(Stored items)
· · ·

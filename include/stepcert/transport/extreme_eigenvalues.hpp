#pragma once
// The extreme eigenvalues of a linear operator known only by its products v -> A v (needs Eigen
// and Spectra): the largest in magnitude, the leftmost and the most oscillatory, each with a radius
// within which the true eigenvalue is taken to lie. Memory stays O(n k) for a Krylov space of
// dimension k; no n x n matrix is formed (except below krylov_dimension unknowns, where the
// Krylov space is the whole space and A is assembled from n products).
//
// Symmetric A (detected by a random-direction test, below): Lanczos without reorthogonalization
// (C. Lanczos 1950; B. N. Parlett, The Symmetric Eigenvalue Problem, 1980, ch. 13 — from memory),
// three vectors of memory and O(n) work per product. In finite precision it loses orthogonality as
// Ritz values converge, which makes duplicate ("ghost") copies of converged ones but leaves the
// extreme Ritz values accurate (C. C. Paige 1980 — from memory). The radius of a Ritz value theta
// is its Ritz residual beta_k |s_ki| (some eigenvalue lies within |A y - theta y| of theta for unit
// y: the Krylov-Weinstein bound, Parlett Thm 4.5.1 — from memory), plus the products' own error
// and the measured asymmetry. The extreme Ritz values lie inside the spectrum (interlacing), so
// theta_min - radius bounds the leftmost eigenvalue as long as the random start vector has a
// component along its eigenvector that k steps resolve: a probabilistic, not a worst-case, bound
// (no method that sees A only through products can give one).
// Measured (bench/bench_stability_large.cpp, one run): on the 10^5-cell busbar Spectra's restarted
// Lanczos (SymEigsSolver, full reorthogonalization, same residual tolerance) took 0.35 s and 164
// products per estimate, this one 0.033 s and 48 products (leftmost Ritz value 2.6e-4 from the
// closed form); Spectra's orthogonalization, O(n k^2), dominates where the right-hand side is O(n).
//
// Non-symmetric A: Spectra's implicitly restarted Arnoldi (GenEigsSolver), once for each of the
// largest magnitude, the leftmost and the most oscillatory, with the Ritz residual |A x - theta x|
// measured explicitly (two more products for a complex pair). For a non-normal A the residual
// bounds the error only times the eigenvector condition number (Bauer-Fike), which products do
// not reveal: the radius is a stated factor times the residual, at least a stated floor.
#include <algorithm>
#include <cmath>
#include <complex>
#include <concepts>
#include <cstddef>
#include <cstdint>
#include <exception>
#include <limits>
#include <string>
#include <vector>

#include <Eigen/Core>
#include <Eigen/Eigenvalues>
// GCC 12 reports a use-after-free inside Eigen's aligned_free when it inlines Spectra's
// eigenvector code (a false positive of its middle end, seen with Eigen 3.4 and Spectra 1.0.1).
#if defined(__GNUC__) && !defined(__clang__)
#pragma GCC diagnostic push
#pragma GCC diagnostic ignored "-Wuse-after-free"
#endif
#include <Spectra/GenEigsSolver.h>
#if defined(__GNUC__) && !defined(__clang__)
#pragma GCC diagnostic pop
#endif

#include "stepcert/core/error.hpp"
#include "stepcert/core/number_text.hpp"

namespace stepcert {

/// Anything with size() and apply(v, out): out = A v for arrays of size() doubles.
template <class Op>
concept linear_operator = requires(Op& op, const double* v, double* out) {
    { op.size() } -> std::convertible_to<std::size_t>;
    op.apply(v, out);
};

struct extreme_eigenvalue_options {
    std::size_t max_products = 600;   ///< products per estimate; beyond it the estimate is returned unconverged
    /// An extreme Ritz value counts as converged when its error radius is at most tolerance x
    /// |theta|: symmetric, its residual (measured on the 1,000-cell busbar: the Ritz value's own
    /// error then is about 5x smaller); non-symmetric, nonsymmetric_factor x its residual.
    double tolerance = 2e-3;
    std::size_t count = 4;            ///< Ritz values kept of the largest magnitude (and leftmost)
    std::size_t krylov_dimension = 20;  ///< Arnoldi basis (non-symmetric); at most this many unknowns: assembled
    /// Treated as symmetric when |u.Aw - w.Au| <= this x (|u||Aw| + |w||Au|) for random u, w, and
    /// the Lanczos recurrence stays tridiagonal to the same level in its first steps.
    double symmetry_tolerance = 1e-6;
    /// Relative error budgeted for the products themselves (forward differences in double carry
    /// about sqrt(eps) = 1.5e-8 of rounding; the rest covers mild nonlinearity).
    double product_error = 1e-6;
    double nonsymmetric_factor = 10.0;  ///< non-symmetric: radius = factor x residual ...
    double nonsymmetric_floor = 1e-3;   ///< ... but at least floor x |theta|
    std::uint64_t seed = 0x5eedc0de;    ///< of the random start vector (results are reproducible)

    void validate(const std::string& who) const {
        if (max_products < 4) throw invalid_input(who + "max_products must be >= 4.");
        if (!(tolerance > 0.0 && tolerance < 0.5)) throw invalid_input(who + "tolerance must be in (0, 0.5).");
        if (count == 0) throw invalid_input(who + "count must be >= 1.");
        if (krylov_dimension < 2 * count + 1)
            throw invalid_input(who + "krylov_dimension must be >= 2 count + 1 (Spectra's advice for convergence).");
        if (!(symmetry_tolerance >= 0.0 && symmetry_tolerance < 1e-2) || !(product_error >= 0.0 && product_error < 1e-2) ||
            !(nonsymmetric_factor >= 1.0) || !std::isfinite(nonsymmetric_factor) || !(nonsymmetric_floor >= 0.0 && nonsymmetric_floor < 0.5))
            throw invalid_input(who + "need 0 <= symmetry_tolerance, product_error < 1e-2, a finite nonsymmetric_factor >= 1 "
                                      "and 0 <= nonsymmetric_floor < 0.5.");
    }
};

· · ·

Prompt
Your answer must be an exact copy of all the entries.

Result
filename include/stepcert/transport/extreme_eigenvalues.hpp
#pragma once
// The extreme eigenvalues of a linear operator known only by its products v -> A v (needs Eigen
// and Spectra): the largest in magnitude, the leftmost and the most oscillatory, each with a radius
// within which the true eigenvalue is taken to lie. Memory stays O(n k) for a Krylov space of
// dimension k; no n x n matrix is formed (except below krylov_dimension unknowns, where the
// Krylov space is the whole space and A is assembled from n products).
//
// Symmetric A (detected by a random-direction test, below): Lanczos without reorthogonalization
// (C. Lanczos 1950; B. N. Parlett, The Symmetric Eigenvalue Problem, 1980, ch. 13 — from memory),
// three vectors of memory and O(n) work per product. In finite precision it loses orthogonality as
// Ritz values converge, which makes duplicate ("ghost") copies of converged ones but leaves the
// extreme Ritz values accurate (C. C. Paige 1980 — from memory). The radius of a Ritz value theta
// is its Ritz residual beta_k |s_ki| (some eigenvalue lies within |A y - theta y| of theta for unit
// y: the Krylov-Weinstein bound, Parlett Thm 4.5.1 — from memory), plus the products' own error
// and the measured asymmetry. The extreme Ritz values lie inside the spectrum (interlacing), so
// theta_min - radius bounds the leftmost eigenvalue as long as the random start vector has a
// component along its eigenvector that k steps resolve: a probabilistic, not a worst-case, bound
// (no method that sees A only through products can give one).
// Measured (bench/bench_stability_large.cpp, one run): on the 10^5-cell busbar Spectra's restarted
// Lanczos (SymEigsSolver, full reorthogonalization, same residual tolerance) took 0.35 s and 164
// products per estimate, this one 0.033 s and 48 products (leftmost Ritz value 2.6e-4 from the
// closed form); Spectra's orthogonalization, O(n k^2), dominates where the right-hand side is O(n).
//
// Non-symmetric A: Spectra's implicitly restarted Arnoldi (GenEigsSolver), once for each of the
// largest magnitude, the leftmost and the most oscillatory, with the Ritz residual |A x - theta x|
// measured explicitly (two more products for a complex pair). For a non-normal A the residual
// bounds the error only times the eigenvector condition number (Bauer-Fike), which products do
// not reveal: the radius is a stated factor times the residual, at least a stated floor.
#include <algorithm>
#include <cmath>
#include <complex>
#include <concepts>
#include <cstddef>
#include <cstdint>
#include <exception>
#include <limits>
#include <string>
#include <vector>

#include <Eigen/Core>
#include <Eigen/Eigenvalues>
// GCC 12 reports a use-after-free inside Eigen's aligned_free when it inlines Spectra's
// eigenvector code (a false positive of its middle end, seen with Eigen 3.4 and Spectra 1.0.1).
#if defined(__GNUC__) && !defined(__clang__)
#pragma GCC diagnostic push
#pragma GCC diagnostic ignored "-Wuse-after-free"
#endif
#include <Spectra/GenEigsSolver.h>
#if defined(__GNUC__) && !defined(__clang__)
#pragma GCC diagnostic pop
#endif

#include "stepcert/core/error.hpp"
#include "stepcert/core/number_text.hpp"

namespace stepcert {

/// Anything with size() and apply(v, out): out = A v for arrays of size() doubles.
template <class Op>
concept linear_operator = requires(Op& op, const double* v, double* out) {
    { op.size() } -> std::convertible_to<std::size_t>;
    op.apply(v, out);
};

struct extreme_eigenvalue_options {
    std::size_t max_products = 600;   ///< products per estimate; beyond it the estimate is returned unconverged
    /// An extreme Ritz value counts as converged when its error radius is at most tolerance x
    /// |theta|: symmetric, its residual (measured on the 1,000-cell busbar: the Ritz value's own
    /// error then is about 5x smaller); non-symmetric, nonsymmetric_factor x its residual.
    double tolerance = 2e-3;
    std::size_t count = 4;            ///< Ritz values kept of the largest magnitude (and leftmost)
    std::size_t krylov_dimension = 20;  ///< Arnoldi basis (non-symmetric); at most this many unknowns: assembled
    /// Treated as symmetric when |u.Aw - w.Au| <= this x (|u||Aw| + |w||Au|) for random u, w, and
    /// the Lanczos recurrence stays tridiagonal to the same level in its first steps.
    double symmetry_tolerance = 1e-6;
    /// Relative error budgeted for the products themselves (forward differences in double carry
    /// about sqrt(eps) = 1.5e-8 of rounding; the rest covers mild nonlinearity).
    double product_error = 1e-6;
    double nonsymmetric_factor = 10.0;  ///< non-symmetric: radius = factor x residual ...
    double nonsymmetric_floor = 1e-3;   ///< ... but at least floor x |theta|
    std::uint64_t seed = 0x5eedc0de;    ///< of the random start vector (results are reproducible)

    void validate(const std::string& who) const {
        if (max_products < 4) throw invalid_input(who + "max_products must be >= 4.");
        if (!(tolerance > 0.0 && tolerance < 0.5)) throw invalid_input(who + "tolerance must be in (0, 0.5).");
        if (count == 0) throw invalid_input(who + "count must be >= 1.");
        if (krylov_dimension < 2 * count + 1)
            throw invalid_input(who + "krylov_dimension must be >= 2 count + 1 (Spectra's advice for convergence).");
        if (!(symmetry_tolerance >= 0.0 && symmetry_tolerance < 1e-2) || !(product_error >= 0.0 && product_error < 1e-2) ||
            !(nonsymmetric_factor >= 1.0) || !std::isfinite(nonsymmetric_factor) || !(nonsymmetric_floor >= 0.0 && nonsymmetric_floor < 0.5))
            throw invalid_input(who + "need 0 <= symmetry_tolerance, product_error < 1e-2, a finite nonsymmetric_factor >= 1 "
                                      "and 0 <= nonsymmetric_floor < 0.5.");
    }
};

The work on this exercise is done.